■ Prompt: The material is to be repeated exactly, from first line to last.
-*-*-
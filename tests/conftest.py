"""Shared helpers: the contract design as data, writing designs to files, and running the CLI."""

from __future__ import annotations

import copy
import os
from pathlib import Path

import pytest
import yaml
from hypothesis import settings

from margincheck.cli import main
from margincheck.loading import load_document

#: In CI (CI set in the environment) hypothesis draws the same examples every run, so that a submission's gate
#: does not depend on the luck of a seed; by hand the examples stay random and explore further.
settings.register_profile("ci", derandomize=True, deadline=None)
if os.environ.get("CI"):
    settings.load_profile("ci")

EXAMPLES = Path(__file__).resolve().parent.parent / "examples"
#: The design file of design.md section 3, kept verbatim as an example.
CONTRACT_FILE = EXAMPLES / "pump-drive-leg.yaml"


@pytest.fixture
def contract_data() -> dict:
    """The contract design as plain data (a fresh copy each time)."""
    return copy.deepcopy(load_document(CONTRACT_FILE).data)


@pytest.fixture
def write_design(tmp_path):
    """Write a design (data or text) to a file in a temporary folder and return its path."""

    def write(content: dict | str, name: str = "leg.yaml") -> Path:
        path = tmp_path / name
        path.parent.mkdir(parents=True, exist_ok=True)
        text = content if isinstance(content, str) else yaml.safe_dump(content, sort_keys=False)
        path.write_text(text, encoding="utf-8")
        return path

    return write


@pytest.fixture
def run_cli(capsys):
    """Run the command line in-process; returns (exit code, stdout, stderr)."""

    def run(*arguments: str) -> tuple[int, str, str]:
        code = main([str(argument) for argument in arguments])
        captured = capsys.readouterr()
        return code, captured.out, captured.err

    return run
-*-*-
■ Task response:
filename tests/conftest.py
"""Shared helpers: the contract design as data, writing designs to files, and running the CLI."""

from __future__ import annotations

import copy
import os
from pathlib import Path

import pytest
import yaml
from hypothesis import settings

from margincheck.cli import main
from margincheck.loading import load_document

#: In CI (CI set in the environment) hypothesis draws the same examples every run, so that a submission's gate
#: does not depend on the luck of a seed; by hand the examples stay random and explore further.
settings.register_profile("ci", derandomize=True, deadline=None)
if os.environ.get("CI"):
    settings.load_profile("ci")

EXAMPLES = Path(__file__).resolve().parent.parent / "examples"
#: The design file of design.md section 3, kept verbatim as an example.
CONTRACT_FILE = EXAMPLES / "pump-drive-leg.yaml"


@pytest.fixture
def contract_data() -> dict:
    """The contract design as plain data (a fresh copy each time)."""
    return copy.deepcopy(load_document(CONTRACT_FILE).data)


@pytest.fixture
def write_design(tmp_path):
    """Write a design (data or text) to a file in a temporary folder and return its path."""

    def write(content: dict | str, name: str = "leg.yaml") -> Path:
        path = tmp_path / name
        path.parent.mkdir(parents=True, exist_ok=True)
        text = content if isinstance(content, str) else yaml.safe_dump(content, sort_keys=False)
        path.write_text(text, encoding="utf-8")
        return path

    return write


@pytest.fixture
def run_cli(capsys):
    """Run the command line in-process; returns (exit code, stdout, stderr)."""

    def run(*arguments: str) -> tuple[int, str, str]:
        code = main([str(argument) for argument in arguments])
        captured = capsys.readouterr()
        return code, captured.out, captured.err

    return run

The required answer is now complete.